Rule 60(c) allows a court to relieve a party from final judgment for the following reasons: (1) mistake, (2) newly discovered evidence, (3) fraud or misrepresentation, (4) void judgment, (5) satisfied, released, or discharged judgment, or (6) any other reason justifying relief from the operation of the judgment.
¶ 2 Because the trial court dismissed Dressler's action pursuant to a Rule 12(b) motion, we assume the facts alleged in the complaint are true. Mohave Disposal, Inc. v. City of Kingman, 186 Ariz. 343, 346, 922 P.2d 308, 311 (1996).
¶ 3 According to the complaint, Dressler and Morrison were married on January 20, 1980, in Jamaica. Dressler is originally from Germany and has an eight-year grammar school education and a three-year trade school education. Morrison was born in the United States and has an undergraduate and a graduate degree.
¶ 4 Throughout the course of the marriage, Morrison managed and controlled the marital finances and business interests. In 1993, Dressler and Morrison, as husband and wife, purchased real property in Westerville, Ohio, located at 892 Tradewind Drive. Two years later, the couple purchased real property at 1034 Crosshaven Court in Westerville. The two Westerville properties (the Properties) constituted a considerable portion of the parties' net worth.
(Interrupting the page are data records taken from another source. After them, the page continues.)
/**
 * The open leads of my regions: a TanStack table in manual mode — the server pages, sorts and
 * filters (GET /api/leads) and this island only asks for the next page. Rendered on the server
 * with the first page, its sort headers and page links are plain links and its filters a plain
 * GET form, so it works before (or without) JavaScript; with it, they load in place.
 */
import { getCoreRowModel, useReactTable, flexRender, type ColumnDef, type SortingState } from '@tanstack/react-table';
import { useMemo, useRef, useState, type FormEvent, type MouseEvent } from 'react';
import { claimLead, fetchLeads } from '../../lib/desk-client';
import type { LeadListResponse, OpenLead } from '../../schemas/leads';
import { formatMoney, formatMoneyRange } from '../../lib/presentation/money';
import { ageText, queryString, spreadPercent, type DeskQuery } from './query';

export interface Choice {
  id: string;
  name: string;
}

export interface OpenLeadsProps {
  /** The page the server rendered. */
  initial: LeadListResponse;
  /** The query that page answers, as the URL had it. */
  query: DeskQuery;
  regions: Choice[];
  plantTypes: Choice[];
  services: Choice[];
  /** The moment the server rendered, so "posted 3 days ago" reads the same on both sides. */
  now: string;
}

const sortable = new Set(['posted', 'loss', 'saving', 'spread', 'runs', 'photos']);

function SortLink({ id, label, query, onSort }: { id: string; label: string; query: DeskQuery; onSort: (q: DeskQuery) => void }) {
  const active = query.sort === id;
  const nextDir = active ? (query.dir === 'desc' ? 'asc' : 'desc') : id === 'spread' ? 'asc' : 'desc';
  const next: DeskQuery = { ...query, sort: id, dir: nextDir, page: '1' };
  return (
    <a
      href={`?${queryString(next)}`}
      className="lead-sort"
      aria-label={`${label}: sort ${nextDir === 'desc' ? 'highest or newest first' : 'lowest or oldest first'}`}
      onClick={(event: MouseEvent) => {
        event.preventDefault();
        onSort(next);
      }}
    >
      {label}
      <span aria-hidden="true" className="lead-sort-mark">
        {active ? (query.dir === 'desc' ? '▼' : '▲') : '↕'}
      </span>
    </a>
  );
}

export default function OpenLeads({ initial, query: initialQuery, regions, plantTypes, services, now }: OpenLeadsProps) {
  const [data, setData] = useState<LeadListResponse>(initial);
  const [query, setQuery] = useState<DeskQuery>(initialQuery);
  const [busy, setBusy] = useState(false);
  const [message, setMessage] = useState<{ tone: 'error' | 'info'; text: string } | null>(null);
  const [claiming, setClaiming] = useState<string | null>(null);
  const formRef = useRef<HTMLFormElement>(null);
  const renderedAt = useMemo(() => new Date(now), [now]);

  async function load(next: DeskQuery) {
    setBusy(true);
    setMessage(null);
    const search = queryString(next);
    const answer = await fetchLeads(`view=open&${search}`);
    setBusy(false);
    if (!answer.ok) {
      const field = answer.issues[0];
      setMessage({ tone: 'error', text: field ? `${field.message}` : answer.message });
      return;
    }
    setData(answer.data);
    setQuery(next);
    window.history.replaceState(null, '', search ? `?${search}` : window.location.pathname);
  }

  async function claim(lead: OpenLead) {
    setClaiming(lead.id);
    setMessage(null);
    const answer = await claimLead(lead.id);
    if (answer.ok) {
      window.location.assign(`/desk/leads/${lead.id}?claimed=1`);
      return;
    }
    setClaiming(null);
    setMessage({ tone: 'error', text: `${lead.reference}: ${answer.message}` });
    if (answer.status === 409 || answer.status === 404) await load(query);
  }

  const columns = useMemo<ColumnDef<OpenLead>[]>(
    () => [
      {
        id: 'lead',
        header: 'Lead',
        cell: ({ row: { original: lead } }) => (
          <div>
            <a href={`/desk/leads/${lead.id}`} className="font-extrabold">
              {lead.plantType.name}
            </a>
            <p className="text-sm text-graphite-soft">
              {lead.reference} · {lead.region?.name ?? 'no region'} · area {lead.area}
            </p>
          </div>
        ),
      },
      {
        id: 'services',
        header: 'Lines',
        cell: ({ row: { original: lead } }) => (
          <ul className="flex flex-wrap gap-1">
            {lead.services.map((s) => (
              <li key={s.id} className="service-chip">
                {s.name}
              </li>
            ))}
          </ul>
        ),
      },
      { id: 'runs', header: 'Runs', cell: ({ row: { original: lead } }) => <span className="figure-num">{lead.runCount}</span> },
      {
        id: 'photos',
        header: 'Photos',
        cell: ({ row: { original: lead } }) => <span className="figure-num">{lead.photoCount === 0 ? 'none' : lead.photoCount}</span>,
      },
      {
        id: 'loss',
        header: 'Lost a year',
        cell: ({ row: { original: lead } }) => (
          <div>
            <span className="figure-num font-extrabold text-ember">{formatMoney(lead.annualLoss.likely, lead.currency)}</span>
            <p className="figure-num text-sm text-graphite-soft">{formatMoneyRange(lead.annualLoss.low, lead.annualLoss.high, lead.currency).text}</p>
          </div>
        ),
      },
      {
        id: 'spread',
        header: 'Range',
        cell: ({ row: { original: lead } }) => <span className="figure-num">±{spreadPercent(lead)} %</span>,
      },
      {
        id: 'saving',
        header: 'Saving a year',
        cell: ({ row: { original: lead } }) => (
          <span className="figure-num font-extrabold text-mineral">{formatMoney(lead.annualSaving, lead.currency)}</span>
        ),
      },
      {
        id: 'posted',
        header: 'Posted',
        cell: ({ row: { original: lead } }) => (
          <time dateTime={lead.postedAt} title={new Date(lead.postedAt).toUTCString()}>
            {ageText(new Date(lead.postedAt), renderedAt)}
          </time>
        ),
      },
      {
        id: 'act',
        header: () => <span className="sr-only">Take it on</span>,
        cell: ({ row: { original: lead } }) => (
          <button
            type="button"
            className="btn btn-primary lead-claim"
            disabled={claiming !== null}
            onClick={() => void claim(lead)}
            aria-label={`Claim ${lead.reference}, ${lead.plantType.name}`}
          >
            {claiming === lead.id ? 'Claiming…' : 'Claim'}
          </button>
        ),
      },
    ],
    // Re-made when a claim starts or ends, so every row's button sees the same `claiming`.
    [claiming, renderedAt],
  );

  const sorting: SortingState = [{ id: query.sort ?? 'posted', desc: (query.dir ?? 'desc') === 'desc' }];
  const table = useReactTable({
    data: data.items as OpenLead[],
    columns,
    getCoreRowModel: getCoreRowModel(),
    manualPagination: true,
    manualSorting: true,
    manualFiltering: true,
    pageCount: data.pageCount,
    rowCount: data.total,
    state: { sorting, pagination: { pageIndex: data.page - 1, pageSize: data.pageSize } },
    getRowId: (lead) => lead.id,
  });

  function submitFilters(event: FormEvent<HTMLFormElement>) {
    event.preventDefault();
    const form = new FormData(event.currentTarget);
    const next: DeskQuery = { sort: query.sort, dir: query.dir, pageSize: query.pageSize, page: '1' };
    for (const [key, value] of form.entries()) {
      if (typeof value !== 'string' || value === '') continue;
      if (key === 'service') next.service = [...(next.service ?? []), value];
      else (next as Record<string, string>)[key] = value;
    }
    void load(next);
  }

  const first = (data.page - 1) * data.pageSize + 1;
  const last = first + data.items.length - 1;
  const pageLink = (page: number) => `?${queryString({ ...query, page: String(page) })}`;

  return (
    <div className="space-y-6">
      <details className="filter-panel" open={Boolean(query.plantType || query.service?.length || query.lossMin || query.region)}>
        <summary className="btn btn-quiet">Narrow the list</summary>
        <form ref={formRef} method="get" action="/desk" onSubmit={submitFilters} className="filter-grid">
          <input type="hidden" name="sort" value={query.sort ?? ''} />
          <input type="hidden" name="dir" value={query.dir ?? ''} />
          <label>
            <span>Region</span>
            <select name="region" defaultValue={query.region ?? ''}>
              <option value="">All my regions</option>
              {regions.map((r) => (
                <option key={r.id} value={r.id}>
                  {r.name}
                </option>
              ))}
            </select>
          </label>
          <label>
            <span>Kind of plant</span>
            <select name="plantType" defaultValue={query.plantType ?? ''}>
              <option value="">Any</option>
              {plantTypes.map((t) => (
                <option key={t.id} value={t.id}>
                  {t.name}
                </option>
              ))}
            </select>
          </label>
          <fieldset className="filter-services">
            <legend>Has these lines</legend>
            {services.map((s) => (
              <label key={s.id} className="filter-check">
                <input type="checkbox" name="service" value={s.id} defaultChecked={query.service?.includes(s.id)} />
                <span>{s.name}</span>
              </label>
            ))}
          </fieldset>
          <label>
            <span>Lost a year, at least</span>
            <input type="number" name="lossMin" min={0} step="any" inputMode="decimal" defaultValue={query.lossMin ?? ''} />
          </label>
          <label>
            <span>Lost a year, at most</span>
            <input type="number" name="lossMax" min={0} step="any" inputMode="decimal" defaultValue={query.lossMax ?? ''} />
          </label>
          <label>
            <span>Range no wider than</span>
            <select name="spreadMax" defaultValue={query.spreadMax ?? ''}>
              <option value="">Any</option>
              <option value="15">±15 % (firm figures)</option>
              <option value="30">±30 %</option>
              <option value="50">±50 %</option>
            </select>
          </label>
          <label>
            <span>Runs, at least</span>
            <input type="number" name="runsMin" min={0} step={1} inputMode="numeric" defaultValue={query.runsMin ?? ''} />
          </label>
          <label>
            <span>Runs, at most</span>
            <input type="number" name="runsMax" min={0} step={1} inputMode="numeric" defaultValue={query.runsMax ?? ''} />
          </label>
          <label>
            <span>Photos</span>
            <select name="photos" defaultValue={query.photos ?? ''}>
              <option value="">With or without</option>
              <option value="yes">With photos</option>
              <option value="no">Without photos</option>
            </select>
          </label>
          <label>
            <span>Posted within</span>
            <select name="maxAgeDays" defaultValue={query.maxAgeDays ?? ''}>
              <option value="">Any time</option>
              <option value="1">The last day</option>
              <option value="7">The last week</option>
              <option value="30">The last 30 days</option>
            </select>
          </label>
          <div className="filter-actions">
            <button type="submit" className="btn btn-primary" disabled={busy}>
              Show leads
            </button>
            <a
              href="/desk"
              className="btn btn-quiet"
              onClick={(event) => {
                event.preventDefault();
                formRef.current?.reset();
                void load({ page: '1' });
              }}
            >
              Clear
            </a>
          </div>
        </form>
      </details>

      <p role="status" aria-live="polite" className="text-graphite-soft">
        {busy
          ? 'Loading…'
          : data.total === 0
            ? 'No open leads match. New ones arrive by e-mail as owners send them.'
            : `${first}–${last} of ${data.total} open lead${data.total === 1 ? '' : 's'}`}
      </p>
      {message && (
        <p role="alert" className={message.tone === 'error' ? 'notice notice-error' : 'notice'}>
          {message.text}
        </p>
      )}

      {data.items.length > 0 && (
        <div className="lead-table-box" tabIndex={0} role="region" aria-label="Open leads, as a table">
        <table className="lead-table" aria-busy={busy}>
          <caption className="sr-only">Open leads in my regions; column headers sort the list</caption>
          <thead>
            {table.getHeaderGroups().map((group) => (
              <tr key={group.id}>
                {group.headers.map((header) => {
                  const label = typeof header.column.columnDef.header === 'string' ? header.column.columnDef.header : '';
                  const id = header.column.id;
                  return (
                    <th
                      key={header.id}
                      scope="col"
                      aria-sort={query.sort === id || (!query.sort && id === 'posted') ? ((query.dir ?? 'desc') === 'desc' ? 'descending' : 'ascending') : undefined}
                      className={`lead-col-${id}`}
                    >
                      {sortable.has(id) ? (
                        <SortLink id={id} label={label} query={{ ...query, sort: query.sort ?? 'posted', dir: query.dir ?? 'desc' }} onSort={(q) => void load(q)} />
                      ) : (
                        flexRender(header.column.columnDef.header, header.getContext())
                      )}
                    </th>
                  );
                })}
              </tr>
            ))}
          </thead>
          <tbody>
            {table.getRowModel().rows.map((row) => (
              <tr key={row.id}>
                {row.getVisibleCells().map((cell) => (
                  <td
                    key={cell.id}
                    className={`lead-col-${cell.column.id}`}
                    data-label={typeof cell.column.columnDef.header === 'string' ? cell.column.columnDef.header : undefined}
                  >
                    {flexRender(cell.column.columnDef.cell, cell.getContext())}
                  </td>
                ))}
              </tr>
            ))}
          </tbody>
        </table>
        </div>
      )}

      {data.pageCount > 1 && (
        <nav aria-label="Pages of open leads" className="flex flex-wrap items-center gap-3">
          {table.getCanPreviousPage() ? (
            <a
              className="btn btn-quiet"
              href={pageLink(data.page - 1)}
              onClick={(e) => {
                e.preventDefault();
                void load({ ...query, page: String(data.page - 1) });
              }}
            >
              Previous page
            </a>
          ) : null}
          <span className="text-graphite-soft">
            Page {data.page} of {data.pageCount}
          </span>
          {table.getCanNextPage() ? (
            <a
              className="btn btn-quiet"
              href={pageLink(data.page + 1)}
              onClick={(e) => {
                e.preventDefault();
                void load({ ...query, page: String(data.page + 1) });
              }}
            >
              Next page
            </a>
          ) : null}
        </nav>
      )}
    </div>
  );
}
¶ 5 At Morrison's suggestion, the couple employed attorney Scott A. Smith to prepare estate planning trusts for them. In December 1998, Smith prepared two trusts, known as the Walter A. Dressler Living Trust and the Dona M. Dressler Living Trust. The Properties were conveyed to these trusts through four recorded deeds. In April 1999, Morrison moved to Fountain Hills, Arizona, and Dressler followed in August. They continued to maintain title in the Properties through the trusts while residing in Arizona.
¶ 6 Some time later, Morrison informed Dressler that, because of insurance coverage issues, he needed to sign two deeds involving the Properties. Dressler, noting that his estate planning lawyer had prepared the deeds, signed them. These two deeds conveyed the Properties to a new entity, the Dona Morrison Real Estate Trust, a revocable trust in which Morrison is the sole beneficiary and trustee and her nephew, Duncan Pelly, is the sole remainder beneficiary.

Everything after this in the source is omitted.